The trouble with pet health care is that every treatment available for humans is now available for pets. When Boomer's doctor was examining him, she said she noticed he seemed dizzy and disoriented. She said it could be from the ear infection but could also be a brain tumor. And then she actually asked me if I wanted him to have a CAT scan.

At first I thought she was joking. I thought if I said yes, she'd grab a cat out of the waiting room. (Ha! Ha!) But she wasn't joking. She thought I was going to order an actual multithousand-dollar CAT scan for a 15-year-old dog we got for free. I love Boomer, but if he has a brain tumor, he's just going to have to tough it out.

  Who knew that your average pets would be able to get things like CAT scans? And as if to emphasize just how close human and animal health care have become, the doctor actually gave me a prescription for Boomer's vertigo that I had to fill at Longs. I think when vets send you to a human pharmacy for drugs for your dog and charge you $400 for an ear infection and nail clipping, they ought to include a prescription for Xanax to keep the dog's owner relaxed.

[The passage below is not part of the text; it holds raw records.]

"""Reading NIfTI images and their BIDS sidecars, grid checks and resampling."""

from __future__ import annotations

import gzip
import json
import re
import zlib
from pathlib import Path

import nibabel as nib
import numpy as np

from ..errors import InputError
from . import gz as _gz  # noqa: F401  (registers ISA-L as nibabel's .gz opener)

__all__ = [
    "check_same_grid",
    "image_data",
    "load_image",
    "read_sidecar",
    "resample_blocks",
    "resample_to_grid",
    "same_grid",
    "sidecar_path",
    "split_bids_stem",
]

#: Affines may differ by this much (mm, and unitless for the rotation part)
#: and still count as the same grid (rounding in DICOM converters).
AFFINE_TOL = 1e-3

#: a BIDS label (the value of an entity): alphanumeric
_BIDS_LABEL = re.compile(r"^[0-9a-zA-Z]+$")


def sidecar_path(path: str | Path) -> Path:
    """The BIDS JSON sidecar next to a NIfTI file (``x.nii.gz`` -> ``x.json``)."""
    p = Path(path)
    name = p.name
    for ext in (".nii.gz", ".nii"):
        if name.endswith(ext):
            return p.with_name(name[: -len(ext)] + ".json")
    return p.with_suffix(".json")


def split_bids_stem(stem: str) -> tuple[list[tuple[str, str]], str] | None:
    """Entities (in name order) and suffix of a BIDS file name without extension; None when it is not one.

    ``sub-01_ses-1_echo-2_MEGRE`` -> ``([("sub", "01"), ("ses", "1"), ("echo", "2")], "MEGRE")``: every
    part but the last is ``key-label`` (alphanumeric), no key twice.
    """
    parts = stem.split("_")
    if len(parts) < 2:
        return None
    entities = []
    for part in parts[:-1]:
        key, sep, value = part.partition("-")
        if not sep or not key.isalnum() or not _BIDS_LABEL.match(value):
            return None
        entities.append((key, value))
    if len({k for k, _ in entities}) != len(entities):
        return None
    return entities, parts[-1]


def read_sidecar(path: str | Path) -> dict:
    """Read the JSON sidecar of ``path`` if it exists (``{}`` otherwise)."""
    sc = sidecar_path(path)
    if not sc.exists():
        return {}
    try:
        with open(sc, encoding="utf-8") as fh:
            meta = json.load(fh)
    except (OSError, ValueError) as exc:
        raise InputError(f"{sc}: not a readable JSON sidecar ({exc}); fix or remove the file") from None
    if not isinstance(meta, dict):
        raise InputError(f"{sc}: a BIDS sidecar must hold a JSON object, found {type(meta).__name__}")
    return meta


def load_image(path: str | Path, *, what: str = "input") -> nib.spatialimages.SpatialImage:
    """Open a NIfTI image lazily, turning every failure into a one-line :class:`InputError`.

    ``what`` names the file in messages: an option (``"--b1"``: ``--b1 PATH: ...``) or a library
    argument (``"b1="``: ``b1=PATH: ...``, which the command line shows as its option).
    """
    p = Path(path)
    what = what if what.endswith("=") else f"{what} "
    if not p.exists():
        raise InputError(f"{what}{p}: no such file; check the path")
    if p.is_dir():
        raise InputError(f"{what}{p}: is a folder, expected a NIfTI file (.nii or .nii.gz)")
    try:
        img = nib.load(str(p))
    except Exception as exc:  # noqa: BLE001 -- nibabel raises many types for unreadable files
        raise InputError(
            f"{what}{p}: not a readable NIfTI file ({_short(exc)}); qmap reads .nii / .nii.gz "
            f"(convert DICOM first)"
        ) from None
    if not isinstance(img, (nib.Nifti1Image, nib.Nifti2Image)):
        raise InputError(f"{what}{p}: is a {type(img).__name__}, expected NIfTI (.nii / .nii.gz)")
    return img


def image_data(img, path: str | Path, *, dtype=np.float64, allow_complex: bool = False) -> np.ndarray:
    """Read the voxel data (scaling slopes honoured), with clear errors for corrupt files."""
    try:
        raw = np.asanyarray(img.dataobj)
    except (EOFError, OSError, ValueError, zlib.error, gzip.BadGzipFile) as exc:
        raise InputError(f"{path}: the image data cannot be read ({_short(exc)}); the file is truncated or corrupt") from None
    if np.iscomplexobj(raw):
        if not allow_complex:
            raise InputError(
                f"{path}: holds complex data but this fit expects magnitude images; "
                f"pass the magnitude (abs) series, or use a command that accepts complex data (t1-ir --signal complex)"
            )
        return raw.astype(np.complex128 if dtype == np.float64 else np.complex64, copy=False)
    if raw.dtype.fields is not None:
        raise InputError(f"{path}: holds structured (e.g. RGB) voxels, expected scalar intensities")
    return raw.astype(dtype, copy=False)


def _short(exc: BaseException) -> str:
    text = str(exc).strip().splitlines()
    return (text[0] if text else type(exc).__name__)[:160]


def same_grid(shape_a, affine_a, shape_b, affine_b, tol: float = AFFINE_TOL) -> bool:
    """True when two images share a voxel grid (3D shape and affine within ``tol``)."""
    return tuple(shape_a[:3]) == tuple(shape_b[:3]) and np.allclose(affine_a, affine_b, atol=tol, rtol=0)


def check_same_grid(ref_shape, ref_affine, shape, affine, *, ref_name: str, name: str) -> None:
    """Raise :class:`InputError` when ``name`` is not on the grid of ``ref_name``."""
    if tuple(shape[:3]) != tuple(ref_shape[:3]):
        raise InputError(
            f"{name}: grid {tuple(shape[:3])} differs from {ref_name} {tuple(ref_shape[:3])}; "
            f"all inputs of a series must share one voxel grid (resample them first)"
        )
    if not np.allclose(affine, ref_affine, atol=AFFINE_TOL, rtol=0):
        d = float(np.max(np.abs(np.asarray(affine) - np.asarray(ref_affine))))
        raise InputError(
            f"{name}: affine differs from {ref_name} by up to {d:.3g} mm; all inputs of a series must "
            f"share one voxel grid (were they acquired or converted separately?)"
        )


def resample_to_grid(
    data: np.ndarray,
    src_affine: np.ndarray,
    dst_shape: tuple[int, ...],
    dst_affine: np.ndarray,
    *,
    order: int = 1,
    cval: float = np.nan,
) -> np.ndarray:
    """Resample a 3D array onto another voxel grid through the two affines.

    Parameters
    ----------
    data : (X, Y, Z) ndarray
        Source image.
    src_affine, dst_affine : (4, 4) ndarray
        Voxel-to-world affines of the source and the destination grid.
    dst_shape : tuple
        Shape of the destination grid (the first three entries are used).
    order : int
        0 = nearest neighbour (labels), 1 = trilinear (B1 maps).
    cval : float
        Value given to destination voxels outside the source field of view.

    Returns
    -------
    (X', Y', Z') ndarray
        The resampled image; voxels whose centre lies outside the source field
        of view (more than half a voxel beyond its edge) get ``cval``.
    """
    data = np.asarray(data)
    if data.ndim != 3:
        raise InputError(f"expected a 3D image to resample, got shape {data.shape}")
    dst_shape = tuple(int(s) for s in dst_shape[:3])
    # destination voxel -> world -> source voxel
    mat = np.linalg.inv(np.asarray(src_affine, float)) @ np.asarray(dst_affine, float)
    if order == 0:  # (labels: small images; the output's dtype depends on the whole grid)
        return _resample_block(data, mat, dst_shape, 0, dst_shape[0], order, cval).reshape(dst_shape)
    out = np.empty(int(np.prod(dst_shape)), float)
    for start, block in resample_blocks(data, src_affine, dst_shape, dst_affine, order=order, cval=cval):
        out[start:start + block.size] = block
    return out.reshape(dst_shape)


def resample_blocks(data: np.ndarray, src_affine: np.ndarray, dst_shape: tuple[int, ...], dst_affine: np.ndarray, *,
                    order: int = 1, cval: float = np.nan):
    """:func:`resample_to_grid` (``order`` >= 1) block by block: yields ``(start, values)``.

    ``values`` (float64, flat) are the resampled image's C-order elements ``start:start + values.size``: whole
    planes of the first axis, about :data:`RESAMPLE_BLOCK` voxels a block, so that the coordinates
    ((3, voxels) float64, 24 bytes a voxel) are never those of the whole grid. The values are the same as
    those of one call on the whole grid.
    """
    data = np.asarray(data, float)
    if data.ndim != 3:
        raise InputError(f"expected a 3D image to resample, got shape {data.shape}")
    dst_shape = tuple(int(s) for s in dst_shape[:3])
    mat = np.linalg.inv(np.asarray(src_affine, float)) @ np.asarray(dst_affine, float)
    plane = dst_shape[1] * dst_shape[2]
    step = max(1, RESAMPLE_BLOCK // max(1, plane))
    for x0 in range(0, dst_shape[0], step):
        yield x0 * plane, _resample_block(data, mat, dst_shape, x0, min(x0 + step, dst_shape[0]), order, cval)


#: destination voxels resampled at a time by :func:`resample_to_grid` (its coordinates: 24 bytes a voxel)
RESAMPLE_BLOCK = 1 << 18


def _resample_block(data: np.ndarray, mat: np.ndarray, dst_shape: tuple[int, ...], x0: int, x1: int,
                    order: int, cval: float) -> np.ndarray:
    """The destination planes ``x0:x1`` (first axis) of :func:`resample_to_grid`, flat in C order."""
    idx = np.indices((x1 - x0, dst_shape[1], dst_shape[2]), dtype=float)
    idx[0] += x0
    idx = idx.reshape(3, -1)
    src = mat[:3, :3] @ idx
    del idx
    src += mat[:3, 3:4]  # in place
    src_shape = np.array(data.shape, float)[:, None]
    inside = np.all((src >= -0.5) & (src <= src_shape - 0.5), axis=0)
    # clamp to the edge voxel centres so edge voxels are not blended with cval
    srcc = np.clip(src, 0, src_shape - 1, out=src)
    if order == 0:
        ii = np.rint(srcc).astype(np.intp)
        out = data[ii[0], ii[1], ii[2]]
    else:
        from scipy import ndimage  # imported on use (start-up time)

        out = ndimage.map_coordinates(data, srcc, order=order, mode="nearest")
    if not inside.all():
        if np.isnan(cval) and not np.issubdtype(out.dtype, np.floating):
            out = out.astype(float)
        out[~inside] = cval
    return out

I understand that pet care is expensive. It costs a lot for a veterinarian to get a college degree, almost as much as a regular doctor. They've got to be paid. But the cost of treating pets has gotten so high there are signs all over the vet clinic warning people that they have to pay up right then, or something bad is going to happen. Like what? You're going to keep Boomer? Hmmmm. Now THERE's an idea.

The people who run animal hospitals want universal pet health insurance more than anyone. That way, they wouldn't feel so much like Mafia dons shaking down clients for cash. And there are some animal health insurance plans already out there. But once it becomes universal, the system will get just as messed up as HMOs are today.

Boomer's doing fine now. He's back to his vigorous routine of sleeping 22 hours a day. And the vertigo pills were good for both of us.